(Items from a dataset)
◆ ◆ ◆ ◆ ◆

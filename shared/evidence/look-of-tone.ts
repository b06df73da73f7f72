import { CATEGORIES, type Category } from '../damage/categories.ts';
import { DAMAGE } from '../presentation/damage-style.ts';
import { SETTLEMENT_TINTS, STAGE_TINTS, type Tint } from '../presentation/ground-tints.ts';
import { INK_COLOURS } from './ink-colours.ts';
import type { Tone } from './marks.ts';

/**
 * The width of the edge round a toned shape, and the side of a tile of hatch.
 *
 * Units: mm of paper. Valid: read only. Source: [own].
 */
export const [TONE_EDGE, TONE_TILE] = [0.18, 2.1] as const;

/**
 * How a tone is drawn on paper and on the screen: as a category with its hatch, or in a plain colour, within
 * an edge.
 *
 * Units: colours as CSS writes them. Valid: `category` null where it is plain. Source: [own].
 */
export type ToneLook = {
  readonly category: Category | null;
  readonly fill: string;
  readonly edge: string;
};

const PLAIN_EDGE = '#53677c';

function plain(tints: readonly Tint[], number: number): ToneLook {
  const fill = tints.find(([one]) => one === number)?.[1] ?? INK_COLOURS.paper;
  return { category: null, fill, edge: PLAIN_EDGE };
}

/**
 * How a tone is drawn.
 *
 * Units: none. Valid: any tone; a number that is none of its list is plain paper. Source: [own].
 */
export function lookOfTone({ by, number }: Tone): ToneLook {
  if (by === 'stage') return plain(STAGE_TINTS, number);
  const category = CATEGORIES.find((one) => one.category === number)?.category;
  if (by === 'settlement' || category === undefined) return plain(SETTLEMENT_TINTS, number);
  const { fill, edge } = DAMAGE[category];
  return { category, fill, edge };
}
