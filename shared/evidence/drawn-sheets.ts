import type { Measure } from './marks.ts';
import type { PlanMaterial } from './plan-material.ts';
import type { PlannedSheet } from './planned-sheets.ts';
import { planSheets } from './plan-sheets.ts';
import { sectionSheet } from './section-sheet.ts';
import type { AboutSheets, Sheet } from './sheet.ts';

/**
 * Draws one of the sheets of a print, with the lists of labels that had no room on it as sheets behind it.
 *
 * Units: as the parts. Valid: `planned` is one of `all`, material of the ground of its box. Source: [own].
 */
export function drawnSheets(
  planned: PlannedSheet,
  all: readonly PlannedSheet[],
  material: PlanMaterial,
  about: AboutSheets,
  measure: Measure,
): Sheet[] {
  const { what } = planned;
  return what.kind === 'plan'
    ? planSheets({ planned, plan: what, all, material, about, measure })
    : [sectionSheet({ planned, section: what, all, material, about, measure })];
}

◆ ◆ ◆ ◆ ◆

_WHAT THE EXERCISE ASKS_. Each record above should be repeated exactly as it appears.

_RESPONSE TO THIS EXERCISE_.
filename shared/evidence/look-of-tone.ts
repository b06df73da73f7f72
import { CATEGORIES, type Category } from '../damage/categories.ts';
import { DAMAGE } from '../presentation/damage-style.ts';
import { SETTLEMENT_TINTS, STAGE_TINTS, type Tint } from '../presentation/ground-tints.ts';
import { INK_COLOURS } from './ink-colours.ts';
import type { Tone } from './marks.ts';

/**
 * The width of the edge round a toned shape, and the side of a tile of hatch.
 *
 * Units: mm of paper. Valid: read only. Source: [own].
 */
export const [TONE_EDGE, TONE_TILE] = [0.18, 2.1] as const;

/**
 * How a tone is drawn on paper and on the screen: as a category with its hatch, or in a plain colour, within
 * an edge.
 *
 * Units: colours as CSS writes them. Valid: `category` null where it is plain. Source: [own].
 */
export type ToneLook = {
  readonly category: Category | null;
  readonly fill: string;
  readonly edge: string;
};

const PLAIN_EDGE = '#53677c';

function plain(tints: readonly Tint[], number: number): ToneLook {
  const fill = tints.find(([one]) => one === number)?.[1] ?? INK_COLOURS.paper;
  return { category: null, fill, edge: PLAIN_EDGE };
}

/**
 * How a tone is drawn.
 *
 * Units: none. Valid: any tone; a number that is none of its list is plain paper. Source: [own].
 */
export function lookOfTone({ by, number }: Tone): ToneLook {
  if (by === 'stage') return plain(STAGE_TINTS, number);
  const category = CATEGORIES.find((one) => one.category === number)?.category;
  if (by === 'settlement' || category === undefined) return plain(SETTLEMENT_TINTS, number);
  const { fill, edge } = DAMAGE[category];
  return { category, fill, edge };
}
filename shared/evidence/drawn-sheets.ts
import type { Measure } from './marks.ts';
import type { PlanMaterial } from './plan-material.ts';
import type { PlannedSheet } from './planned-sheets.ts';
import { planSheets } from './plan-sheets.ts';
import { sectionSheet } from './section-sheet.ts';
import type { AboutSheets, Sheet } from './sheet.ts';

/**
 * Draws one of the sheets of a print, with the lists of labels that had no room on it as sheets behind it.
 *
 * Units: as the parts. Valid: `planned` is one of `all`, material of the ground of its box. Source: [own].
 */
export function drawnSheets(
  planned: PlannedSheet,
  all: readonly PlannedSheet[],
  material: PlanMaterial,
  about: AboutSheets,
  measure: Measure,
): Sheet[] {
  const { what } = planned;
  return what.kind === 'plan'
    ? planSheets({ planned, plan: what, all, material, about, measure })
    : [sectionSheet({ planned, section: what, all, material, about, measure })];
}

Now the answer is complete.